On the supply side, Google has reached 1 GW of DR capacity under long-term contracts with I&M, the Tennessee Valley Authority (TVA), Entergy Arkansas, Minnesota Power, and DTE Energy, enabling it to curtail or shift compute workloads during peak periods of grid stress. The company is a founding member of the EPRI DCFlex initiative, which is developing flexibility frameworks for large loads.

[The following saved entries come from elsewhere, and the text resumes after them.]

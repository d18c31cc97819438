package model

import (
	"fmt"
	"math"

	"slowpoint/model/cell"
)

// What cannot be solved exactly in time is marched: properties that follow the temperature, freezing, films that follow the surface,
// radiation, evaporation. The unknown is the heat content of control volumes or nodes, so heat is conserved whatever the steps.

// A marcher holds the state of a food in time and steps it.
type marcher interface {
	// surround changes what the faces meet; skins are asked for by face, nil for the only one.
	surround(skins func(*Face) *skin)
	// begin takes the state over at a change of surroundings, tau s into the step.
	begin(tau float64)
	// try makes a step of length d from tau and estimates its error, K; the state changes only by accept.
	try(tau, d float64) float64
	// accept makes the last try the state and writes it into a track, with what is needed of the way to it.
	accept(k *track, t float64)
	// turn takes over a corner of a course, tau s into the step, at which the slope of a medium changes.
	turn(tau float64)
	// keep writes the state into a track.
	keep(k *track, t float64)
	// firstS is a length for the first step after a change, s.
	firstS() float64
	// span gives the coldest and hottest temperature of the state, °C.
	span() (low, high float64)
	// touches gives the nodes that a skin lies on.
	touches(k *skin) []int
	// save puts a copy of the state aside, tau s into the step; restore takes it back.
	save(tau float64)
	restore()
}

// marches tells whether the product has to be marched: whether anything in it follows the temperature.
func (s *solver) marches() bool {
	for _, f := range s.product.Foods() {
		if f.Table || f.Composed {
			return true
		}
	}
	for i := range s.steps {
		for _, e := range exposures(s.product.Shape, &s.steps[i]) {
			if e.reacts(&s.steps[i]) {
				return true
			}
		}
	}
	return false
}

// march solves the product by marching, with more effort until the estimate of the error meets its goal or no more tries are left.
func (s *solver) march() (*History, error) {
	e, worse := s.firstEffort()
	if s.options.Rough {
		return s.marchRough(e)
	}
	for tries := 0; ; tries++ {
		h, fine := s.marchOnce(e)
		if len(s.refused) > 0 {
			return nil, s.refused
		}
		chain := s.chain
		_, rough := s.marchOnce(s.rougher(e, h.Spans))
		if len(s.refused) > 0 {
			return nil, s.refused
		}
		s.chain, s.main = chain, fine
		h.ErrorK = max(1e-5, fine.differs(h, rough)/worse)
		s.tmp.rough = rough.track.data[:0]
		if h.ErrorK <= marchGoalK || tries == s.mostTries() || len(fine.track.data) > againKept || s.corners*fine.track.n > s.mostTurned()/4 || s.wetFaces() && len(fine.track.times) > againSteps {
			s.warn(h)
			return h, nil
		}
		e.first = false
		by := h.ErrorK / marchGoalK
		if s.polynomial() {
			e.more *= min(1.3, 1+0.1*by)
		} else {
			e.more *= min(2.5, 1.15*math.Sqrt(by))
		}
		e.tolK /= min(4, 1.3*by)
	}
}

// roughK is the error that a first look is taken to have, K: what it names is confirmed by the run that counts.
const roughK = 0.05

// marchRough is a first look.
func (s *solver) marchRough(e effort) (*History, error) {
	e.tolK = min(4*e.tolK, 0.12)
	e.more *= [4]float64{0.85, 0.85, 0.8, 0.65}[s.used]
	h, fine := s.marchOnce(e)
	if len(s.refused) > 0 {
		return nil, s.refused
	}
	s.main, h.ErrorK = fine, roughK
	s.warn(h)
	return h, nil
}

// marchOnce runs the whole chain.
func (s *solver) marchOnce(e effort) (*History, *marched) {
	h := &History{Product: s.product, Points: append([]Point{{Name: "centre"}}, s.product.Points...)}
	f := s.newMarched(e)
	h.body = f.body
	h.field = f
	s.main, s.chain = f, nil
	if e.first && s.tooMany(f.track.n) {
		return nil, nil
	}
	t := 0.0
	for i := range s.steps {
		span := Span{Step: &s.steps[i], StartS: t, Method: Marched}
		low, _ := f.state.span()
		s.airQuestion(&s.steps[i], low)
		if len(s.refused) > 0 {
			return nil, nil
		}
		cs := s.marchStep(f, &span, e)
		if len(s.refused) > 0 {
			return nil, nil
		}
		s.chain = append(s.chain, cs)
		t += cs.durS
		span.EndS = t
		h.Spans = append(h.Spans, span)
		if span.MediumFromC != nil && h.Bound == "" {
			h.Bound = fmt.Sprintf("a chill medium of %.1f °C was raised to the freezing point, %.1f °C: the food is at or below the temperatures shown until it freezes", *span.MediumFromC, *span.MediumToC)
			h.BoundFromS = span.StartS
		}
	}
	s.finish(h)
	for i := range h.Spans {
		sp := &h.Spans[i]
		low, high := f.track.reach(sp.StartS, sp.EndS)
		s.described(sp, [2]float64{low, high})
		h.hull[i] = f.bounds[i]
	}
	if !e.rough {
		h.settling = s.settling(h)
	}
	low, high := f.track.reach(0, h.EndS())
	s.outside(h, low, high)
	h.Method = f.method()
	h.IceMoves = s.front
	return h, f
}

// described fills what a report says of a span: its properties in the middle of the temperatures of the food.
func (s *solver) described(sp *Span, hull [2]float64) {
	if s.product.Food == nil {
		return
	}
	sp.PropsAtC = (min(hull[0], boilingLimitC) + min(hull[1], boilingLimitC)) / 2
	sp.Props = s.props(sp.PropsAtC)
}

// mostKept is how many numbers a track may keep: 300 MB. A march that kept more than againKept is not made again: with more nodes and shorter
// steps it could be refused for what it keeps, and would take many seconds; nor is one with wet faces that took more than againSteps, through a
// course of hundreds of corners. What is left is stated.
const mostKept, againKept, againSteps = 4e7, 1e7, 4000

// mostTurned is how many nodes times corners of courses a march may take: about eight seconds, or what can be kept. One with more than a
// quarter of it is not made again.
func (s *solver) mostTurned() int {
	switch {
	case s.ball != nil && s.front:
		return 1_500_000
	case s.ball != nil:
		return 300_000
	case s.used < 2:
		return 2_000_000
	case s.front && s.used == 2:
		return 2_500_000
	case s.front:
		return 6_000_000
	case s.wetFaces(), s.sharp[0], s.sharp[1], s.sharp[2]:
		return 3_500_000
	}
	return 8_000_000
}

// manyCorners is from how many corners on it is they that make a march long, and not the food or its surface.
const manyCorners = 100

// leastStepS is the shortest step of a march, s: one that cannot be solved is not made shorter than this.
const leastStepS = 1e-7

// tooFast refuses a step that cannot be marched.
func (s *solver) tooFast(st *Step) {
	s.refused.Add(cell.Error{At: st.At, Field: "Step", Typed: st.Name, Msg: "changes so fast at the surface that it takes more steps than can be kept",
		Hint: "look at the temperatures and the sizes of the product, or use film with a coefficient that stands for everything"})
}

// tooMany refuses a chain whose courses have more corners than a body of so many nodes can be marched through.
func (s *solver) tooMany(nodes int) bool {
	s.corners = 0
	most, at := 0, 0
	for i := range s.steps {
		cs := chainStep{knots: []float64{0}}
		for _, e := range exposures(s.product.Shape, &s.steps[i]) {
			cs.follow(e, &s.steps[i])
		}
		n := len(cs.knots) - 1
		if s.corners += n; n > most {
			most, at = n, i
		}
	}
	if s.corners*nodes <= s.mostTurned() {
		return false
	}
	s.tooLong(&s.steps[at], s.corners, s.mostTurned()/nodes)
	return true
}

// tooLong refuses a step for the corners of its courses; most is how many the chain may have, 0 where nobody knows.
func (s *solver) tooLong(st *Step, corners, most int) {
	could := "fewer"
	if most > 0 {
		could = fmt.Sprintf("about %d", most)
	}
	s.refused.Add(cell.Error{At: st.At, Field: "Step", Typed: st.Name,
		Msg:  fmt.Sprintf("the rows of the courses change their slope %d times in the chain of %s, and a %s of this size can be calculated through %s such changes", corners, s.product.Name, s.product.Shape.Name, could),
		Hint: "leave out rows of the course in sheet Courses, such as all but every second or fifth one, but not its highest and lowest; or end it with the step"})
}

// marchStep runs one step into the track.
func (s *solver) marchStep(f *marched, span *Span, e effort) *chainStep {
	st := span.Step
	until, tolK := st.UntilC, e.tolK
	cs := &chainStep{durS: st.DurationS, knots: []float64{0}}
	if e.rough {
		until = nil
		ran := &e.ends[len(s.chain)]
		cs.durS = ran.EndS - ran.StartS
	}
	made := map[*Exposure]*skin{}
	var worn []wornSkin
	skins := func(face *Face) *skin {
		e := &st.Exposure
		if face != nil {
			e = st.on(face)
		}
		if k, ok := made[e]; ok {
			return k
		}
		own := *e
		own.Medium = s.raised(st, e, span)
		k := s.worn[e] // a rougher or finer march has the same surroundings
		if k == nil {
			if k = s.skinOf(&own, face, st); k.table != nil {
				if s.worn == nil {
					s.worn = map[*Exposure]*skin{}
				}
				s.worn[e] = k
			}
		}
		if e == &st.Exposure {
			face = nil
		}
		made[e] = k
		worn = append(worn, wornSkin{k, face})
		if !e.Surface.NoMedium {
			cs.follow(&own, st)
		}
		return k
	}
	defer func() {
		bound := [2]float64{s.product.StartC, s.product.StartC}
		if n := len(f.bounds); n > 0 {
			bound = f.bounds[n-1]
		}
		for _, w := range worn {
			if !w.insulated {
				low, high := w.mediumRange()
				bound[0], bound[1] = min(bound[0], low), max(bound[1], high)
			}
		}
		f.bounds = append(f.bounds, bound)
		for _, w := range worn {
			span.Films = append(span.Films, w.used(w.face, f.surfaceRange(w.skin, span.StartS, cs.durS), cs.durS))
		}
	}()
	f.state.surround(skins)
	f.state.begin(0)
	f.state.keep(f.track, span.StartS)
	tau, d := 0.0, min(f.state.firstS(), st.DurationS/8)
	// Steps end at the corners of courses. In many of them both marches could go from one to the next at a stride and be alike, however far off:
	// the finer one takes two.
	for next := 1; tau < cs.durS; {
		for next < len(cs.knots) && cs.knots[next] <= tau {
			next++
		}
		end := cs.durS
		if next < len(cs.knots) {
			end = min(end, cs.knots[next])
		}
		use := d
		if !e.rough && len(cs.knots) > 1 && tau == cs.knots[next-1] {
			use = min(use, (end-tau)/2)
		}
		if rest := end - tau; use >= rest*(1-1e-9) {
			use = rest
		} else if use > rest/2 {
			use = rest / 2
		}
		if until != nil {
			f.state.save(tau)
		}
		err := f.state.try(tau, use)
		if !(err <= 2*tolK) && use > leastStepS {
			d = use * max(0.1, min(0.5, 0.9*math.Cbrt(tolK/err)))
			continue
		}
		if math.IsInf(err, 1) {
			s.tooFast(st)
			return cs
		}
		from, kept := tau, len(f.track.times)
		if tau += use; use == end-from {
			tau = end
		}
		f.state.accept(f.track, span.StartS+tau)
		if tau == end && tau < cs.durS {
			f.state.turn(tau)
		}
		if e.kept > 0 && len(f.track.data) > e.kept {
			if n := len(cs.knots) - 1; n > manyCorners {
				s.tooLong(st, n, 0)
			} else {
				s.tooFast(st)
			}
			return cs
		}
		if grow := max(0.2, min(2.5, 0.9*math.Cbrt(tolK/err))); grow >= 1 {
			d = max(d, use*grow)
		} else {
			d = use * grow
		}
		if until != nil && f.missing(span.StartS+tau, *until, st.Stage.Heats) <= 0 {
			var reached bool
			if cs.durS, reached = f.arrive(*until, st.Stage.Heats, span.StartS, from, kept); !reached {
				s.tooFast(st)
				return cs
			}
			span.Reached = &reached
			return cs
		}
	}
	if until != nil {
		reached := false
		span.Reached = &reached
	}
	return cs
}

// wornSkin is a skin and the face that it is told of.
type wornSkin struct {
	*skin
	face *Face
}

// surfaceRange tells what the temperature beneath a skin did in a step of durS seconds.
func (f *marched) surfaceRange(k *skin, startS, durS float64) surfaceRange {
	spots := f.state.touches(k)
	r := surfaceRange{lowC: math.Inf(1), highC: math.Inf(-1)}
	first := true
	for i, t := range f.track.times {
		if t < startS || t > startS+durS {
			continue
		}
		for _, j := range spots {
			c := f.track.kept(i, j)
			r.lowC, r.highC = min(r.lowC, c), max(r.highC, c)
		}
		if len(spots) > 0 && (first || t == startS) { // of two instants at a change the one after it
			r.startC, first = f.track.kept(i, spots[0]), false
		}
	}
	return r
}

// missing is by how much the slowest place falls short of a temperature at t, K; below 0 it is past it.
func (f *marched) missing(t, goal float64, heats bool) float64 {
	low, high := f.body.extremes(f.at(t))
	if heats {
		return goal - low.c
	}
	return high.c - goal
}

// arrive finds when, in the last step of the march, the slowest place reached a temperature, and steps there again; from is where that step
// began, s into the chain's step that began at start, when the track had kept instants. It gives the length of the chain's step, s, and whether
// it could be stepped.
func (f *marched) arrive(goal float64, heats bool, start, from float64, kept int) (durS float64, ok bool) {
	k := f.track
	lo, hi := start+from, k.times[len(k.times)-1]
	before := f.missing(lo, goal, heats)
	for hi-lo > 1e-4 {
		if mid := (lo + hi) / 2; f.missing(mid, goal, heats) <= 0 {
			hi = mid
		} else {
			lo = mid
		}
	}
	for try := 0; ; try++ { // a step to there lands a little off the cubic between the two instants
		hi = max(hi, start+shortestS)
		k.cut(kept)
		f.state.restore()
		if math.IsInf(f.state.try(from, hi-start-from), 1) {
			return hi - start, false
		}
		f.state.accept(k, hi)
		left := f.missing(hi, goal, heats)
		if math.Abs(left) < 1e-6 || try == 4 || before <= left {
			return hi - start, true
		}
		hi += left * (hi - start - from) / (before - left)
	}
}

// skinOf makes the skin of a face; of layers the outermost tells the water at a wet surface.
func (s *solver) skinOf(e *Exposure, face *Face, st *Step) *skin {
	var food *Material
	if p := s.product; p.Food != nil {
		food = p.Food
	} else if face == Underside {
		food = p.Layers[len(p.Layers)-1].Food
	} else {
		food = p.Layers[0].Food
	}
	c := &filmCase{shape: s.product.Shape, size: s.product.Size, foodC: s.product.StartC}
	if face != nil && st.on(Top) != st.on(Underside) {
		c.face = face
	}
	return newSkin(e, c, food.WaterActivity, st)
}

// raisedTo is the freezing point that chill media are raised to: the highest of the foods that are not calculated through freezing; nil if
// there is none.
func (p *Product) raisedTo() *float64 {
	var high *float64
	for _, f := range p.Foods() {
		if f.FreezingC != nil && !f.freezes() && (high == nil || *f.FreezingC > *high) {
			high = f.FreezingC
		}
	}
	return high
}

Separately, to alleviate interconnection planning backlogs, PJM Interconnection tapped Google and Tapestry to deploy AI tools to accelerate grid interconnection queue processing. The tool was used for PJM’s first reformed queue cycle, which drew 811 projects totaling 220 GW of proposed capacity. Google has also partnered with CTC Global to scale advanced conductors that can double existing transmission line capacity without new right-of-way.
Google has also signed a hydropower framework agreement with Brookfield to upgrade and relicense two Susquehanna River dams in Pennsylvania—the first contracts under a broader framework contemplating up to 3 GW of hydropower nationally—and struck a nuclear power agreement with Kairos Power for advanced reactor capacity. Recently, Google has also announced support for restarting the Duane Arnold nuclear plant in Iowa. Across all instruments, Google has contracted more than 22 GW of clean energy since 2010.